Con una regia belga a quattro mani, Felix Van Groeningen e Charlotte Vandermeersch, la pellicola ha vinto il premio della giuria al 75º Festival di Cannes.
Un trionfo paesaggistico tra le montagne della Valle D’Aosta e quelle del Nepal che si fa narrazione intensa di un legame indissolubile.
Pietro e Bruno sono amici d’infanzia, hanno trascorso molte estati insieme tra le Alpi e i torrenti, e ora che sono uomini cercano di annientare le tracce dei loro padri.
Anche quando affrontano le avversità della vita, i due finiscono sempre per ritrovarsi sulle montagne e confidarsi.
Un trio attoriale magistrale che vede i protagonisti Luca Marinelli e Alessandro Borghi in squisite performance e sincere complicità, ma anche Filippo Timi, nel ruolo del padre di Pietro, lascia il segno.

Un legame solido
In questo rapporto di fratellanza non esistono schemi o formalità, ma solo il puro viversi e comprendersi reciprocamente in maniera spontanea.
Pietro è un ragazzo di città, Bruno, invece, è l’ultimo figlio di un paesino montanaro e sperduto. All’apparenza sono molto diversi, sia per interessi, sia per stile di vita, ma nel profondo sono simili e per questo motivo riescono sempre a trovarsi.

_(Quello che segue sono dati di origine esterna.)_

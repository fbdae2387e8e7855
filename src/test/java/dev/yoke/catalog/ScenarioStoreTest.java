package dev.yoke.catalog;

import static org.junit.jupiter.api.Assertions.assertEquals;
import static org.junit.jupiter.api.Assertions.assertThrows;
import static org.junit.jupiter.api.Assertions.assertTrue;

import dev.yoke.model.Bench;
import dev.yoke.model.Profile;
import dev.yoke.model.Scenario;
import dev.yoke.model.Segment;
import java.io.IOException;
import java.io.InputStream;
import java.nio.file.Files;
import java.nio.file.Path;
import java.util.ArrayList;
import java.util.List;
import java.util.stream.Stream;
import org.junit.jupiter.api.Test;
import org.junit.jupiter.api.io.TempDir;
import org.junit.jupiter.params.ParameterizedTest;
import org.junit.jupiter.params.provider.MethodSource;

class ScenarioStoreTest {

    @TempDir
    Path folder;

    @Test
    void savedScenarioLoadsBackEqualAndKeepsItsHeader() throws Exception {
        Path file = copy("scenario.yaml");
        String before = Files.readString(file);
        Scenario loaded = ScenarioLoader.load(file).scenario();
        Profile profile = loaded.profile();
        List<Segment> segments = new ArrayList<>(profile.segments());
        segments.add(new Segment("dwell", 1.25, 0, 0, 0.1));
        Bench b = loaded.bench();
        Bench bench = new Bench(b.busVoltage(), b.busVoltageMin(), b.busVoltageMax(), List.of(16000.0, 25000.0),
                b.modulation(), 750e-9, b.gateDriveVoltage(), b.gateResistance(), b.maxDuty(), b.ambientTemp(),
                b.switchRthCaseAmbient(), b.gearRatios(), b.gearEfficiency(), b.limits());
        Scenario edited = new Scenario("test conveyor, longer", bench,
                new Profile(profile.loadInertia(), profile.repeat(), segments));

        SavedScenario saved = ScenarioStore.save(edited, file);

        assertEquals(edited, saved.scenario());
        assertEquals(edited, ScenarioLoader.load(file).scenario());
        String after = Files.readString(file);
        assertTrue(after.startsWith("# Invented machine for the store and fuzz tests: a small conveyor.\n"
                + "# Nothing here describes a real product.\n\nname: "), after);
        assertEquals(before, Files.readString(AtomicFile.backupOf(file)));
    }

    /** Every demo scenario survives a save unchanged (the renderer covers every key they use). */
    @ParameterizedTest
    @MethodSource("demoScenarios")
    void demoScenarioRoundTripsExactly(Path demo) throws Exception {
        Path file = Files.copy(demo, folder.resolve(demo.getFileName()));
        Scenario scenario = ScenarioLoader.load(file).scenario();
        assertEquals(scenario, ScenarioStore.save(scenario, file).scenario());
    }

    @Test
    void newFileGetsAHeader() throws Exception {
        Scenario scenario = ScenarioLoader.load(copy("scenario.yaml")).scenario();
        Path file = folder.resolve("new.yaml");
        ScenarioStore.save(scenario, file);
        assertTrue(Files.readString(file).startsWith("# Yoke scenario"));
        assertEquals(scenario, ScenarioLoader.load(file).scenario());
    }

    @Test
    void changedOnDiskIsNotOverwritten() throws Exception {
        Path file = copy("scenario.yaml");
        LoadedScenario loaded = ScenarioLoader.load(file);
        String theirs = Files.readString(file).replace("name: test conveyor", "name: their conveyor");
        Files.writeString(file, theirs);
        assertThrows(ChangedOnDiskException.class, () -> ScenarioStore.save(loaded.scenario(), file, loaded.file()));
        assertEquals(theirs, Files.readString(file));
    }

    @Test
    void scenarioTheLoaderRefusesIsNotSaved() throws Exception {
        Path file = copy("scenario.yaml");
        String before = Files.readString(file);
        Scenario s = ScenarioLoader.load(file).scenario();
        Bench b = s.bench();
        // A minimum bus voltage above the nominal one is refused by the loader's rules.
        Bench broken = new Bench(b.busVoltage(), b.busVoltage() + 5, b.busVoltageMax() + 10, b.pwmFrequencies(),
                b.modulation(), b.deadTime(), b.gateDriveVoltage(), b.gateResistance(), b.maxDuty(), b.ambientTemp(),
                b.switchRthCaseAmbient(), b.gearRatios(), b.gearEfficiency(), b.limits());
        assertThrows(InputException.class, () -> ScenarioStore.save(new Scenario(s.name(), broken, s.profile()), file));
        assertEquals(before, Files.readString(file));
    }

    @Test
    void headerIsTheLeadingCommentBlock() {
        assertEquals("# a\n#b\n\n", ScenarioStore.headerOf("# a\n#b\n\n\n\nname: x\n# not header\n"));
        assertEquals("", ScenarioStore.headerOf("name: x\n"));
    }

    /** A byte-order mark before the header (some editors write one) is dropped, the comments are kept. */
    @Test
    void byteOrderMarkIsDroppedAndTheHeaderKept() throws Exception {
        Path file = copy("scenario.yaml");
        String before = Files.readString(file);
        Files.writeString(file, "\uFEFF" + before);
        LoadedScenario loaded = ScenarioLoader.load(file);
        ScenarioStore.save(loaded.scenario(), file, loaded.file());
        String after = Files.readString(file);
        assertTrue(after.startsWith("# Invented machine for the store and fuzz tests"), after);
        assertEquals(loaded.scenario(), ScenarioLoader.load(file).scenario());
    }

    static Stream<Path> demoScenarios() throws IOException {
        try (Stream<Path> files = Files.list(Path.of("demo-data"))) {
            return files.filter(p -> p.toString().endsWith(".yaml")).sorted().toList().stream();
        }
    }

    private Path copy(String name) throws IOException {
        try (InputStream in = getClass().getResourceAsStream("/store/" + name)) {
            Path file = folder.resolve(name);
            Files.copy(in, file);
            return file;
        }
    }
}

Nel racconto Bruno rimane fedele alla sua montagna, non può farne a meno, mentre Pietro è continuamente di passaggio.
Il primo è radicato ai valori che gli sono stati trasmessi, si sente parte della natura che lo ha visto crescere e, anche se nei modi è burbero, ha un grande cuore.

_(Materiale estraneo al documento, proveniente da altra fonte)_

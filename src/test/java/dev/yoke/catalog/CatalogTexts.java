package dev.yoke.catalog;

import com.fasterxml.jackson.databind.JsonNode;
import com.fasterxml.jackson.databind.ObjectMapper;
import com.fasterxml.jackson.dataformat.yaml.YAMLFactory;
import java.io.IOException;
import java.nio.file.Path;

/** Catalog texts for the saving tests, and a check that a saved file still loads. */
final class CatalogTexts {

    private CatalogTexts() {
    }

    /** A catalog text with {@code motors} invented motors whose ids start with {@code prefix}. */
    static String catalog(int motors, String prefix) {
        StringBuilder text = new StringBuilder("# Invented parts for tests.\nmotors:\n");
        for (int i = 0; i < motors; i++) {
            text.append("  - id: ").append(prefix).append("-motor-").append(i).append('\n')
                .append("    label: test motor ").append(i).append('\n')
                .append("    resistance: ").append(1 + i % 7).append(".2 ohm\n");
        }
        return text.toString();
    }

    /** Fails when the file is not a whole YAML document. */
    static void assertParses(Path file) throws IOException {
        JsonNode root = new ObjectMapper(new YAMLFactory()).readTree(file.toFile());
        if (root == null || !root.has("motors")) {
            throw new AssertionError(file + " lost its motors");
        }
    }
}
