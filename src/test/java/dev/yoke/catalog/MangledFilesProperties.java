package dev.yoke.catalog;

import static org.junit.jupiter.api.Assertions.assertFalse;
import static org.junit.jupiter.api.Assertions.assertTrue;

import java.nio.charset.StandardCharsets;
import java.nio.file.Files;
import java.nio.file.Path;
import java.util.List;
import net.jqwik.api.Arbitraries;
import net.jqwik.api.Arbitrary;
import net.jqwik.api.ForAll;
import net.jqwik.api.Property;
import net.jqwik.api.Provide;
import net.jqwik.api.lifecycle.AfterTry;
import net.jqwik.api.lifecycle.BeforeTry;

/**
 * Law: whatever a file holds, the loaders either return a catalog or throw {@link InputException}
 * whose problems all carry a message and a sane position; no other exception escapes.
 */
class MangledFilesProperties {

    private static final String YAML_NOISE = ":-[]{}&*!|>'\"%@`#,? \t\n\r\u00a0\u00e9\u20ac\ufeff";

    private Path dir;

    @BeforeTry
    void makeDir() throws Exception {
        dir = Files.createTempDirectory("yoke-mangled");
    }

    @AfterTry
    void removeDir() throws Exception {
        try (var files = Files.list(dir)) {
            for (Path p : files.toList()) {
                Files.delete(p);
            }
        }
        Files.delete(dir);
    }

    @Provide
    Arbitrary<String> mangledCatalogs() {
        String base = LoaderEdgeCasesTest.MOTOR + LoaderEdgeCasesTest.SWITCH;
        return Arbitraries.integers().between(0, base.length() - 1).list().ofMinSize(1).ofMaxSize(6)
                .flatMap(positions -> Arbitraries.of(YAML_NOISE.chars().mapToObj(c -> (char) c).toList())
                        .list().ofSize(positions.size())
                        .map(noise -> {
                            StringBuilder b = new StringBuilder(base);
                            for (int i = 0; i < positions.size(); i++) {
                                int at = Math.min(positions.get(i), b.length() - 1);
                                if (i % 2 == 0) {
                                    b.setCharAt(at, noise.get(i));
                                } else {
                                    b.insert(at, noise.get(i));
                                }
                            }
                            return b.toString();
                        }));
    }

    @Property(tries = 150)
    void mangledCatalogIsLoadedOrRefusedWithLocatedProblems(@ForAll("mangledCatalogs") String text)
            throws Exception {
        Path file = Files.writeString(dir.resolve("c.yaml"), text, StandardCharsets.UTF_8);
        long lines = text.lines().count() + 1;
        try {
            CatalogLoader.loadFiles(List.of(file));
        } catch (InputException e) {
            for (Problem p : e.problems()) {
                assertFalse(p.message().isBlank(), p.toString());
                assertTrue(p.line() >= 0 && p.line() <= lines + 1, p.toString());
                assertFalse(p.message().contains("Exception"), p.toString());
            }
        }
        try {
            ScenarioLoader.load(file);
        } catch (InputException e) {
            assertFalse(e.problems().isEmpty());
        }
    }

    @Property(tries = 80)
    void randomBytesAreRefusedCleanly(@ForAll byte[] bytes) throws Exception {
        Path file = Files.write(dir.resolve("b.yaml"), bytes);
        try {
            CatalogLoader.loadFiles(List.of(file));
        } catch (InputException e) {
            assertFalse(e.problems().isEmpty());
        }
    }
}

Il secondo, dal canto suo, è molto indeciso sul futuro e non sa cosa come plasmare le sue volontà, sa solo che vuole allontanarsi da un padre che vede troppo distante da sé.
Con la morte di quest’ultimo, però, la vita rimescola le carte e Pietro inizia un percorso personale di riconsiderazione del proprio vissuto, riallacciando i rapporti con Bruno e costruendosi un proprio destino.

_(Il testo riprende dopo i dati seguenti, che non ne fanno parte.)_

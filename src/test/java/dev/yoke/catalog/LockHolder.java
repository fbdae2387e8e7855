package dev.yoke.catalog;

import java.nio.file.Path;
import java.time.Duration;

/** Child process for the lock tests: takes a catalog folder's lock, says {@code locked}, and holds it until killed. */
public final class LockHolder {

    private LockHolder() {
    }

    public static void main(String[] args) throws Exception {
        try (CatalogLock lock = CatalogLock.acquire(Path.of(args[0]), Duration.ofSeconds(10))) {
            System.out.println("locked");
            System.out.flush();
            Thread.sleep(60_000);
        }
    }

    /** Starts a child JVM holding the lock of {@code folder}; returns once it holds it. */
    static Process start(Path folder) throws Exception {
        String java = Path.of(System.getProperty("java.home"), "bin", "java").toString();
        Process child = new ProcessBuilder(java, "-XX:TieredStopAtLevel=1", "-XX:-UsePerfData", "-cp",
                System.getProperty("java.class.path"), LockHolder.class.getName(), folder.toString())
                .redirectErrorStream(true).start();
        String line = new java.io.BufferedReader(new java.io.InputStreamReader(child.getInputStream())).readLine();
        if (!"locked".equals(line)) {
            child.destroyForcibly();
            throw new IllegalStateException("lock holder did not start: " + line);
        }
        return child;
    }
}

Se da una parte Pietro tenta di trovare sé stesso, viaggiando in tutto il mondo, Bruno si sente a casa solo nel suo habitat montanaro, dal quale non esce mai.
Un lungo tragitto, dal panorama mozzafiato, che condurrà i due protagonisti ad esperire l’amore e la perdita, ma soprattutto il significato della vera amicizia.
La natura governa il mondo
Il titolo fa riferimento a un concetto nepalese secondo cui il mondo è una ruota composta da otto raggi, con al centro un’altissima montagna (il monte Sumeru) e intorno otto montagne.
Pietro riferisce a Bruno questo pensiero e spiega che non c’è una morale ma solo una domanda da farsi: “Chi impara di più? Colui che fa il giro delle otto montagne o chi arriva in cima al monte Sumeru?”. Bruno, ridendo, risponde: “Io sarei quello che ha scalato il monte” chiede “e tu quello cha ha fatto il giro?”. “Pare proprio di sì”, afferma Pietro.
La montagna è la protagonista di questa storia, è l’elemento naturale che unisce i due uomini e che insegna loro l’importanza dell’affetto.
Entrambi, a modo loro, decidono come dimostrarlo ed è proprio quel moto di empatia dell’uno verso l’altro che ci fa capire il bene che si vogliono.
Sono tanti i lunghi silenzi che lasciano comunicare solo gli occhi, perché Bruno e Pietro si capiscono anche senza parlare.
Alla fine Pietro riesce a trovare sé stesso, consapevole che non riuscirà più a tornare nel luogo in cui l’amico è morto perché “non si può tornare alla montagna che sta al centro di tutte le altre, e all’inizio della propria storia”.